Cellular remote management with an off-the-shelf SIM

Cellular out-of-band, just add SIM

The 3G and 4G LTE cellular network is proving a more compelling alternative to PSTN and DSL for out-of-band access for remote network provisioning, maintenance and repair.  In fact it’s been nearly 12 months since we reported that sales of our cellular-enabled remote management solutions had surpassed dial-up.

Reasons for this include speed of provisioning and ease of deployment, which is down to the mobile nature of the solution.  But it’s also about the bottom line – in the era of tablets and smartphones, mobile data has never been cheaper.

In a earlier post we reviewed the costs associated with using private APN or M2M data SIM for remote management, but in many cases this option may not be ideal.

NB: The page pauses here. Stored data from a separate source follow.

pub(super) fn card_section(card: &ModelCard) -> String {
    let mut s = String::new();
    s.push_str(&format!(
        "<p>Trained by mettle {} on <b>{}</b>: {} rows, fingerprint <code>{}</code>, seed {}.</p>\n",
        esc(&card.tool_version),
        esc(&card.data_file),
        card.n_rows,
        esc(&card.data_sha256),
        card.seed
    ));
    let rows: Vec<Vec<String>> = card
        .inputs
        .iter()
        .map(|i| {
            vec![
                i.name.clone(),
                i.unit.clone().unwrap_or_else(|| "as in the file".into()),
                fmt(i.min),
                fmt(i.max),
                if i.log_scale { "log" } else { "linear" }.into(),
            ]
        })
        .collect();
    s.push_str("<h3>Inputs</h3>\n");
    s.push_str(&table(
        &["input", "unit", "min", "max", "seen by the networks"],
        &rows,
        Some("card-inputs"),
    ));
    for (name, why) in &card.set_aside {
        s.push_str(&format!(
            "<p class=\"note\">Set aside: {} ({}).</p>\n",
            esc(name),
            esc(why)
        ));
    }
    for t in &card.targets {
        let unit = t
            .unit
            .clone()
            .unwrap_or_else(|| "unit of the training file".into());
        s.push_str(&format!(
            "<h3>Target {}</h3>\n<p>{} rows ({} left out without a value), range {} to {} {}, learnt {}.</p>\n",
            esc(&t.name), t.n_rows, t.n_missing, fmt(t.min), fmt(t.max), esc(&unit), esc(&scale_words(&t.scale))
        ));
        let noise = if t.noise_sd_range.0.to_bits() == t.noise_sd_range.1.to_bits() {
            format!("{} {}", fmt(t.noise_sd), unit)
        } else {
            format!(
                "typically {} {}, from {} to {} over the training rows",
                fmt(t.noise_sd),
                unit,
                fmt(t.noise_sd_range.0),
                fmt(t.noise_sd_range.1)
            )
        };
        s.push_str(&format!(
            "<p>Fitted noise sd: {} ({}).</p>\n",
            esc(&noise),
            esc(&t.noise_basis)
        ));
        s.push_str(&match &t.replicate_sd {
            Some(r) => format!(
                "<p>Measured replicate scatter: pooled sd {} {} over {} groups of repeat tests ({} degrees of freedom). A noise sd well below it points to overfitting; well above, to something the inputs do not capture.</p>\n",
                fmt(r.pooled_sd), esc(&unit), r.n_groups, r.dof
            ),
            None => "<p>Measured replicate scatter: the training rows hold no repeat tests (no two rows with identical inputs).</p>\n".into(),
        });
        if let Some((rule, parts)) = &t.partitions {
            let each: Vec<String> = parts
                .iter()
                .map(|p| {
                    format!(
                        "partition {}: {} members, held-out NLPD {}, {} noise{}",
                        p.partition,
                        p.n_members,
                        fmt(p.heldout_nlpd),
                        if p.noise_varies {
                            "varying"
                        } else {
                            "constant"
                        },
                        if p.kriged { ", residuals kriged" } else { "" }
                    )
                })
                .collect();
            s.push_str(&format!(
                "<p>The estimates average {} whole trainings (partitions, seeds seed + 0, seed + 1, …), each with its own held-out part, noise model, residual process and gross errors; variance rule '{}' ({}). {}. The members below are all partitions'; the search chart and the process and gross-error figures are partition 1's.</p>\n",
                parts.len(),
                esc(rule),
                match rule.as_str() {
                    "mixture" => "the partitions' mean variance plus the spread of their means",
                    "within" => "the partitions' mean variance",
                    _ => "the partitions' model errors taken as correlated with the stated rho, plus the spread of their means beyond what that correlation expects",
                },
                esc(&each.join("; "))
            ));
        }
        let several = t.partitions.is_some();
        let rows: Vec<Vec<String>> = t
            .members
            .iter()
            .map(|m| {
                let mut row = vec![
                    m.n_hidden.to_string(),
                    m.restart.to_string(),
                    fmt(m.log_evidence),
                    fmt(m.heldout_nlpd),
                    fmt(m.gamma),
                    m.n_weights.to_string(),
                    if m.varying_noise {
                        "varies"
                    } else {
                        "constant"
                    }
                    .into(),
                ];
                if let (true, Some(p)) = (several, m.partition) {
                    row.push(p.to_string());
                }
                row
            })
            .collect();
        let mut head = vec![
            "hidden units",
            "restart",
            "log evidence",
            "held-out NLPD",
            "γ",
            "weights",
            "noise",
        ];
        if several {
            head.push("partition");
        }
        s.push_str(&table(
            &head,
            &rows,
            Some(&format!("card-members-{}", id_part(&t.name))),
        ));
        if let Some(k) = &t.kriging {
            s.push_str(&format!("<p>{}</p>\n", esc(&k.sentence())));
        }
        if let Some(k) = &t.gross_errors {
            s.push_str(&format!("<p>{}</p>\n", esc(&k.sentence())));
        }
        for n in &t.fit_notes {
            s.push_str(&format!("<p class=\"note\">Note: {}</p>\n", esc(n)));
        }
    }
    s
}

/// 95 % interval of a standard deviation `sd` estimated with `dof`
/// degrees of freedom from normal data: `[sd·√(ν/χ²₀.₉₇₅,ν), sd·√(ν/χ²₀.₀₂₅,ν)]`
/// (the textbook chi-square interval for a variance, e.g. NIST/SEMATECH
/// e-Handbook of Statistical Methods, §7.2.3.1).
pub fn sd_interval95(sd: f64, dof: usize) -> Option<(f64, f64)> {
    use statrs::distribution::{ChiSquared, ContinuousCDF};
    let nu = dof as f64;
    let chi = ChiSquared::new(nu).ok()?;
    Some((
        sd * (nu / chi.inverse_cdf(0.975)).sqrt(),
        sd * (nu / chi.inverse_cdf(0.025)).sqrt(),
    ))
}

/// The fitted noise sd along the most relevant input, with the replicate
/// scatter of each bin's repeat tests beside it.
pub(super) fn noise_section(model: &Model, card: &ModelCard) -> Result<String> {
    let mut s = super::details(
        "How the noise chart is made",
        "<p>The training rows sorted by the most relevant input and cut into bins of about equal count. \
The line is the median fitted noise sd of each bin (the scatter the model expects of repeat \
tests there), broken where a stretch of the input holds no rows; the triangles are the pooled sd \
of the repeat tests found in the bin, with their 95 % chi-square interval. Where the line runs \
well below the triangles the model claims less scatter than repeat tests show; well above, \
something the inputs do not capture adds to the scatter.</p>\n",
    );
    for t in &card.targets {
        let Some(p) = &t.noise_profile else {
            s.push_str(&format!(
                "<p>{}: this model file does not record a noise profile (written before it existed).</p>\n",
                esc(&t.name)
            ));
            continue;
        };
        let unit = super::unit_of(model, &t.name);
        // a step per bin; a gap wider than a quarter of the median bin's
        // width holds no rows, and the line breaks there
        let mut widths: Vec<f64> = p.bins.iter().map(|b| b.hi - b.lo).collect();
        widths.sort_by(f64::total_cmp);
        let typical = widths.get(widths.len() / 2).copied().unwrap_or(0.0);
        let mut line = Vec::new();
        for (i, b) in p.bins.iter().enumerate() {
            if i > 0 && b.lo - p.bins[i - 1].hi > 0.25 * typical {
                line.push((f64::NAN, f64::NAN));
            }
            line.push((b.lo, b.noise_sd));
            line.push((b.hi, b.noise_sd));
        }
        let (mut xy, mut err) = (Vec::new(), Vec::new());
        for b in &p.bins {
            if let Some(r) = &b.replicates {
                xy.push((0.5 * (b.lo + b.hi), r.pooled_sd));
                err.push(sd_interval95(r.pooled_sd, r.dof).unwrap_or((r.pooled_sd, r.pooled_sd)));
            }
        }
        let chart = XyChart {
            title: format!("Noise sd of {} along {}", t.name, p.input),
            x_label: match p.input_unit.as_deref() {
                Some(u) if !u.is_empty() => format!("{} ({u})", p.input),
                _ => crate::explain::chart_label(model, &p.input),
            },
            y_label: format!("noise sd ({unit})"),
            lines: vec![Line {
                label: Some("fitted noise sd (median of the bin)".into()),
                xy: line,
                colour: BLUE,
                dashed: false,
            }],
            points: if xy.is_empty() {
                vec![]
            } else {
                vec![Points {
                    label: "replicate sd (95 % interval)".into(),
                    xy,
                    y_err: err,
                    mark: Mark::Triangle,
                    colour: ORANGE,
                }]
            },
            ..Default::default()
        };
        s.push_str(&figure(
            &format!("fig-noise-{}", id_part(&t.name)),
            &xy_svg(&chart)?,
            &format!(
                "Fitted noise sd of {} along {}, bin by bin{}.",
                t.name,
                p.input,
                if p.bins.iter().any(|b| b.replicates.is_some()) {
                    ", with the repeat tests' pooled sd"
                } else {
                    "; the training rows hold no repeat tests to compare with"
                }
            ),
        ));
        let rows: Vec<Vec<String>> = p
            .bins
            .iter()
            .map(|b| {
                vec![
                    format!("{} to {}", fmt(b.lo), fmt(b.hi)),
                    b.n_rows.to_string(),
                    fmt(b.noise_sd),
                    b.replicates.as_ref().map_or("—".into(), |r| {
                        format!("{} ({} dof)", fmt(r.pooled_sd), r.dof)
                    }),
                ]
            })
            .collect();
        s.push_str(&super::details(
            &format!("Bin by bin, {}", t.name),
            &table(
                &[
                    &p.input,
                    "rows",
                    &format!("noise sd ({unit})"),
                    &format!("replicate sd ({unit})"),
                ],
                &rows,
                Some(&format!("noise-profile-{}", id_part(&t.name))),
            ),
        ));
    }
    Ok(s)
}

pub(super) fn relevance_section(card: &ModelCard) -> Result<String> {
    let mut s = format!("<p>{}</p>\n", esc(RELEVANCE_MEANING));
    for t in &card.targets {
        match &t.relevance {
            Some(r) => {
                let ranked = r.ranked();
                let names: Vec<String> = ranked.iter().map(|p| p.0.clone()).collect();
                let values: Vec<f64> = ranked.iter().map(|p| p.1).collect();
                let svg = bar_svg(
                    &format!("Relevance of each input for {}", t.name),
                    "relevance σ_w / largest σ_w (dimensionless)",
                    &names,
                    &values,
                    1.05,
                )?;
                s.push_str(&figure(
                    &format!("fig-relevance-{}", id_part(&t.name)),
                    &svg,
                    "Bars: each input's prior weight size α^−½, averaged over the members, most relevant input = 1.",
                ));
                if let Some(r) = &t.relevance_range {
                    s.push_str(&super::spread::relevance_range_table(
                        r,
                        "the committee members",
                    ));
                }
            }
            None => s.push_str(&format!("<p>{}</p>\n", esc(&t.relevance_note))),
        }
    }
    Ok(s)
}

M2M SIMs may not be offered by your preferred carrier, or the incremental pricing model may not make sense for your usage pattern – particularly where an always-up cellular connection is preferred, activities like continuous Nagios or SNMP monitoring can push data use into the 100s of MB per month.

On the other hand, commodity “SIM only” or “bring your own device” plans are readily available with generous blocks of data for as little as £5/month in the UK.  With the boom of unlocked Nexus and i-devices, the USA (that last hold-out of the contract locked device) is rapidly catching on too.

These dirt cheap SIMs are suitable for remote management, as long as you’re aware of a couple of caveats.

Caveat: You’ll probably be NATed by the carrier.  That is, your Opengear won’t be assigned a public, routable IP address that you can browse or SSH to for remote access.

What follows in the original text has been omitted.